How can we track the state of something that is not directly observable? We can’t plug ourselves directly into the internet (…yet). After trying several approaches to monitoring presence, I’ve come up with a method that is very near 100% reliable.

STEP ONE:  Multiple Device Trackers

Take a look through the list of device tracking platforms supported by Home Assistant, there are quite a few. In my experience, no one platform will always be correct. What works best is to add multiple trackers for each person, and then use the Bayesian sensor to look at all of them and determine if the person being tracked is home or not.

I am tracking myself using:

  • ping – My phone has a static IP on my wifi, so a simple ping tells whether I’m connected or not
  • Owntracks – This has been the most reliable GPS platform for me. It also supports bluetooth iBeacons.
  • Hass iOS – The Home Assistant iOS app does location tracking as well as iBeacons.
  • Tile – The Tile app tracks my phone and a beacon attached to my keys.
  • Node-Red – A custom GPS tracker using Node-Red, see blog post

Multiple Trackers

I do recommend adding some cheap iBeacons to your smart home hardware to increase the reliability of presence detection. An iBeacon is a simple Bluetooth transmitter that broadcasts it’s name to the world. When the Owntracks or Home Assistant apps see the beacon, it forces an update. This ensures your comings and goings are detected immediately.

STEP TWO: Bayesian Binary Sensor

The Bayesian sensor is really cool, even if I don’t fully understand the math behind it. It allows us to guess whether something is true or not based on multiple observations. In this case, we are going to guess the probability of whether I am home based on the states of multiple device trackers in Home Assistant. My YAML looks like this:

- platform: bayesian
  prior: 0.5
  name: 'Brad Presence'
  probability_threshold: 0.9
  observations:
    - entity_id: 'device_tracker.brad_ping'
      prob_given_true: 0.9
      prob_given_false: 0.1
      platform: 'state'
      to_state: 'home'
    - entity_id: 'device_tracker.brad_ios'
      prob_given_true: 0.9
      prob_given_false: 0.2
      platform: 'state'
      to_state: 'home'
    - entity_id: 'device_tracker.brad_owntracks'
      prob_given_true: 0.9
      prob_given_false: 0.4
      platform: 'state'
      to_state: 'home'
    - entity_id: 'device_tracker.brad_nodered'
      prob_given_true: 0.8
      prob_given_false: 0.2
      platform: 'state'
      to_state: 'home'
    - entity_id: 'device_tracker.tile_keys'
      prob_given_true: 0.8
      prob_given_false: 0.4
      platform: 'state'
      to_state: 'home'

https://pastebin.com/JFehKRaE

Let’s break it down:

  • “prior” Indicates the probability that this is true in a day – let’s say I’m home half the time, or 0.5
  • “probability_threshold” How sure should it be to guess that I’m home? By setting the bar high at 90%, we are requiring more than one platform to be ‘home’ before it will flip to on.

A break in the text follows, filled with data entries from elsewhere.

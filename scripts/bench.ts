// npm run bench [-- [--json] [--quick] [DIR]]: how fast the engine answers, measured in process.
// Each case is one problem run through solve(problem), the full path the command line and the API
// pay (validation, compile, solve). Cases: the demo baths (DEMO_BATHS), then every *.json file in
// DIR (one problem or an array; each problem is a case). Each case is warmed up (500 solves), then
// timed one solve at a time in 40 interleaved rounds of 50 (2000 solves; for a slow problem the
// warm-up and the rounds each stop after about 2 s). The curve: the bright silver bath's cyanide
// total swept from 0.4 to 2.0 mol/L over 500 points (compileProblem once, retarget per point, each
// point warm-started from the last), compile included, timed 9 times; the median is reported.
//
// Figures (how they are measured is in lib/bench-timing.ts): median and p99 (nearest rank) of the
// busy time of all timed solves, busy = min(wall clock, process CPU time), so a wait while the
// scheduler runs another process drops out and a collector pause stays; max = the largest over
// cases of the median of a case's 40 round maxima; solves per second = timed solves / total busy time
// = 1e6 / mean busy us; the curve in busy ms too. Plain wall-clock figures are printed beside them.
// The entry runs node with --expose-gc so a full collection precedes each sweep of rounds; without
// it the run goes on and says so.
//
// --json prints exactly one JSON object on stdout: {cases, medianUs, p99Us, maxUs, solvesPerSecond,
// curve500Ms}; notes (a case not converged) go to stderr. --quick (for tests) times 20 solves per
// case and one curve, without warm-up passes or collections: the figures are only a smoke test.
//
// Exit codes: 0 measured (a case that did not converge is reported, not fatal); 1 bad folder, file
// or problem (one line on stderr); 2 bad command line; 3 the engine threw on a valid problem.

import { cpus } from 'node:os';
import { parseArgs } from 'node:util';

import { DEMO_BATHS } from '@/lib/chemistry/demo-baths';

import { builtInCases, EngineBugError, folderCases, type BenchCase } from './lib/bench-cases';
import { collect, type CaseTiming, type CurveSpec, type CurveTiming, type Figures, median, PLANS, quantile, timeCases, timeCurve } from './lib/bench-timing';
import { InputError } from './lib/json-text';

const USAGE = `Usage: npm run bench [-- [--json] [--quick] [DIR]]   (bundled with esbuild, as the engine ships)
       node --expose-gc --import tsx scripts/bench.ts [--json] [--quick] [DIR]   (unbundled, through tsx)

Times solve(problem) on the demo baths and on every *.json problem file in DIR (one problem or
an array of problems per file), and a 500-point warm-started curve.
  --json   print only {cases, medianUs, p99Us, maxUs, solvesPerSecond, curve500Ms} as JSON
  --quick  few repetitions (a smoke test, for the tests); figures are not meaningful
Exit codes: 0 measured, 1 bad folder/file/problem, 2 bad command line, 3 engine bug.`;

/** Targets for a 2-core machine: us per solve (4-6 components), us for any one solve, ms per curve. */
const TARGETS = { medianUs: 20, maxUs: 1000, curveMs: 25 } as const;

const CURVE = { bath: 'silver-plate', component: 'CN-', from: 0.4, to: 2.0, points: 500 } as const;

class Exit extends Error {
  constructor(
    readonly code: number,
    message: string,
  ) {
    super(message);
  }
}

interface Options {
  json: boolean;
  quick: boolean;
  dir: string | null;
  help: boolean;
}

const ARGS = {
  options: { json: { type: 'boolean' }, quick: { type: 'boolean' }, help: { type: 'boolean', short: 'h' } },
  allowPositionals: true,
} as const;

function readOptions(argv: string[]): Options {
  let parsed: ReturnType<typeof parseArgs<typeof ARGS>>;
  try {
    parsed = parseArgs({ args: argv, ...ARGS });
  } catch (err) {
    throw new Exit(2, `${(err as Error).message} (see --help)`);
  }
  const { values, positionals } = parsed;
  if (positionals.length > 1) throw new Exit(2, `give at most one folder, got ${positionals.length}: ${positionals.join(' ')} (see --help)`);
  return { json: values.json === true, quick: values.quick === true, help: values.help === true, dir: positionals[0] ?? null };
}

function curveSpec(): CurveSpec {
  const bath = DEMO_BATHS.find((b) => b.key === CURVE.bath);
  if (!bath) throw new Error(`the built-in bath "${CURVE.bath}" used for the curve is missing from DEMO_BATHS`);
  return { problem: bath.problem, component: CURVE.component, from: CURVE.from, to: CURVE.to, points: CURVE.points };
}

interface Summary extends Figures {
  cases: number;
  solvesPerSecond: number;
  /** Pooled median of the cases with 4 to 6 components (the median target), or NaN if none. */
  targetMedianUs: number;
  targetCases: number;
}

function pooled(timings: CaseTiming[], key: 'times' | 'wall'): Float64Array {
  const all = new Float64Array(timings.reduce((n, t) => n + t[key].length, 0));
  let at = 0;
  for (const t of timings) {
    all.set(t[key], at);
    at += t[key].length;
  }
  return all.sort();
}

function summarize(cases: BenchCase[], timings: CaseTiming[]): Summary {
  const all = pooled(timings, 'times');
  const wall = pooled(timings, 'wall');
  const total = all.reduce((s, v) => s + v, 0);
  const sized = timings.filter((_, i) => (cases[i] as BenchCase).components >= 4 && (cases[i] as BenchCase).components <= 6);
  return {
    cases: cases.length,
    medianUs: median(all),
    p99Us: quantile(all, 0.99),
    maxUs: Math.max(...timings.map((t) => t.maxUs)),
    wallMedianUs: median(wall),
    wallP99Us: quantile(wall, 0.99),
    wallMaxUs: wall[wall.length - 1] as number,
    solvesPerSecond: all.length / (total / 1e6),
    targetMedianUs: sized.length > 0 ? median(pooled(sized, 'times')) : NaN,
    targetCases: sized.length,
  };
}

const round = (v: number, places: number) => Math.round(v * 10 ** places) / 10 ** places;
const us = (v: number) => v.toFixed(1);
const pad = (s: string | number, w: number) => String(s).padStart(w);
const verdict = (ok: boolean) => (ok ? 'met' : 'NOT met');

/** Column widths of the case table after the name: sizes, busy figures, wall figures, count. */
const WIDTHS = [5, 5, 4, 7, 9, 8, 8, 10, 8, 9, 7];

function tableRow(name: string, cells: (string | number)[]): string {
  return name.padEnd(20) + cells.map((c, k) => pad(c, WIDTHS[k] as number)).join('');
}

function caseTable(cases: BenchCase[], timings: CaseTiming[]): string[] {
  const head = tableRow('', ['', '', '', '', 'busy us:', '', '', 'wall us:', '', '', '']);
  const head2 = tableRow('case', ['comp', 'spec', 'sol', 'newton', 'median', 'p99', 'max', 'median', 'p99', 'max', 'solves']);
  const rows = cases.map((c, i) => {
    const t = timings[i] as CaseTiming;
    const figures = [t.medianUs, t.p99Us, t.maxUs, t.wallMedianUs, t.wallP99Us, t.wallMaxUs].map(us);
    const row = tableRow(c.name, [c.components, c.species, c.solids, t.newtonIterations, ...figures, t.iterations]);
    return t.converged ? row : `${row}  NOT CONVERGED: ${t.message ?? ''}`;
  });
  return [head, head2, ...rows];
}

function targetLines(s: Summary, curveMs: number): string[] {
  const medianOk = s.targetCases > 0 && s.targetMedianUs <= TARGETS.medianUs;
  const medianText = s.targetCases > 0 ? `${us(s.targetMedianUs)} us over ${s.targetCases} cases` : 'no such case';
  return [
    'targets (2-core machine):',
    `  median <= ${TARGETS.medianUs} us per solve, 4-6 components:  ${medianText}  ${verdict(medianOk)}`,
    `  no single solve over ${TARGETS.maxUs / 1000} ms:                  max ${us(s.maxUs)} us  ${verdict(s.maxUs <= TARGETS.maxUs)}`,
    `  500-point curve <= ${TARGETS.curveMs} ms:                   ${curveMs.toFixed(2)} ms  ${verdict(curveMs <= TARGETS.curveMs)}`,
  ];
}

function humanReport(cases: BenchCase[], timings: CaseTiming[], s: Summary, curve: CurveTiming, gc: boolean, quick: boolean): string {
  const plan = quick ? PLANS.quick : PLANS.full;
  const curveNote = curve.notConverged ? `; ${curve.notConverged} points NOT converged` : '';
  const lines = [
    'Ligandry engine benchmark: solve(problem) = validate + compile + solve, each call timed alone',
    `node ${process.version}, ${process.platform}/${process.arch}, ${cpus().length} CPUs; ${plan.warmup} warm-up + ${plan.rounds} rounds x ${plan.perRound} timed solves per case; ` +
      `GC before each sweep of rounds: ${!plan.collect ? 'no (quick)' : gc ? 'yes' : 'NO (run node with --expose-gc)'}${quick ? '; QUICK: a smoke test, figures not meaningful' : ''}`,
    'busy = min(wall, process CPU time) per solve; busy max = median of 40 round maxima (see scripts/lib/bench-timing.ts)',
    '',
    ...caseTable(cases, timings),
    '',
    `overall (${s.cases} cases), busy: median ${us(s.medianUs)} us, p99 ${us(s.p99Us)} us, max ${us(s.maxUs)} us`,
    `overall, wall clock:  median ${us(s.wallMedianUs)} us, p99 ${us(s.wallP99Us)} us, largest ${us(s.wallMaxUs)} us`,
    `solves per second: ${Math.round(s.solvesPerSecond)} (timed solves / total busy time = 1e6 / mean busy us)`,
    `500-point curve (${CURVE.bath}, ${CURVE.component} total ${CURVE.from.toFixed(1)} to ${CURVE.to.toFixed(1)} mol/L, warm start): ` +
      `busy ${curve.medianMs.toFixed(2)} ms, wall ${curve.wallMedianMs.toFixed(2)} ms, medians of ${curve.passes} (compile included)${curveNote}`,
    '',
    ...targetLines(s, curve.medianMs),
  ];
  return `${lines.join('\n')}\n`;
}

function main(argv: string[]): void {
  const options = readOptions(argv);
  if (options.help) {
    process.stdout.write(`${USAGE}\n`);
    return;
  }
  const cases = [...builtInCases(), ...(options.dir === null ? [] : folderCases(options.dir))];
  if (options.dir !== null && cases.length === DEMO_BATHS.length) process.stderr.write(`note: no *.json files in "${options.dir}"; built-in cases only\n`);
  const plan = options.quick ? PLANS.quick : PLANS.full;
  const gc = collect();
  const timings = timeCases(cases, plan);
  const curve = timeCurve(curveSpec(), plan);
  const s = summarize(cases, timings);
  if (!options.json) {
    process.stdout.write(humanReport(cases, timings, s, curve, gc, options.quick));
    return;
  }
  const failed = cases.filter((_, i) => !(timings[i] as CaseTiming).converged).map((c) => c.name);
  if (failed.length > 0) process.stderr.write(`note: not converged: ${failed.join(', ')}\n`);
  if (curve.notConverged > 0) process.stderr.write(`note: ${curve.notConverged} curve points not converged\n`);
  const out = { cases: s.cases, medianUs: round(s.medianUs, 2), p99Us: round(s.p99Us, 2), maxUs: round(s.maxUs, 2), solvesPerSecond: Math.round(s.solvesPerSecond), curve500Ms: round(curve.medianMs, 3) };
  process.stdout.write(`${JSON.stringify(out)}\n`);
}

try {
  main(process.argv.slice(2));
} catch (err) {
  const code = err instanceof Exit ? err.code : err instanceof InputError ? 1 : 3;
  const text = err instanceof Error ? err.message : String(err);
  const message = err instanceof Exit || err instanceof InputError || err instanceof EngineBugError ? text : `internal error: ${text}`;
  process.stderr.write(`${message.replace(/\s*\n\s*/g, ' ')}\n`);
  process.exitCode = code;
}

Now we list our observations for each device_tracker entity:

  • “prob_given_true” If I’m home, how likely is this state true? In other words, how reliable is that platform at marking me home?
  • “prob_given_false” How likely is this platform to be wrong – for it to be ‘home’ when I’m not home?

I have to be physically present to be on the wifi for the ‘ping’ platform, so that one is the highest probability. Owntracks and the iOS app are pretty accurate, but also occasionally wrong, so we’ll weight their prob_given_false higher.

This may require some tinkering with the numbers in response to your individual setup, but the goal is to trigger the Bayesian to ‘on’ when more than one platform is ‘home’.

Observations and the calculated probability

NEXT STEPS

Let’s convert this bayesian_sensor into a device_tracker in my next post, and create a new and better device_tracker to use as an additional data source.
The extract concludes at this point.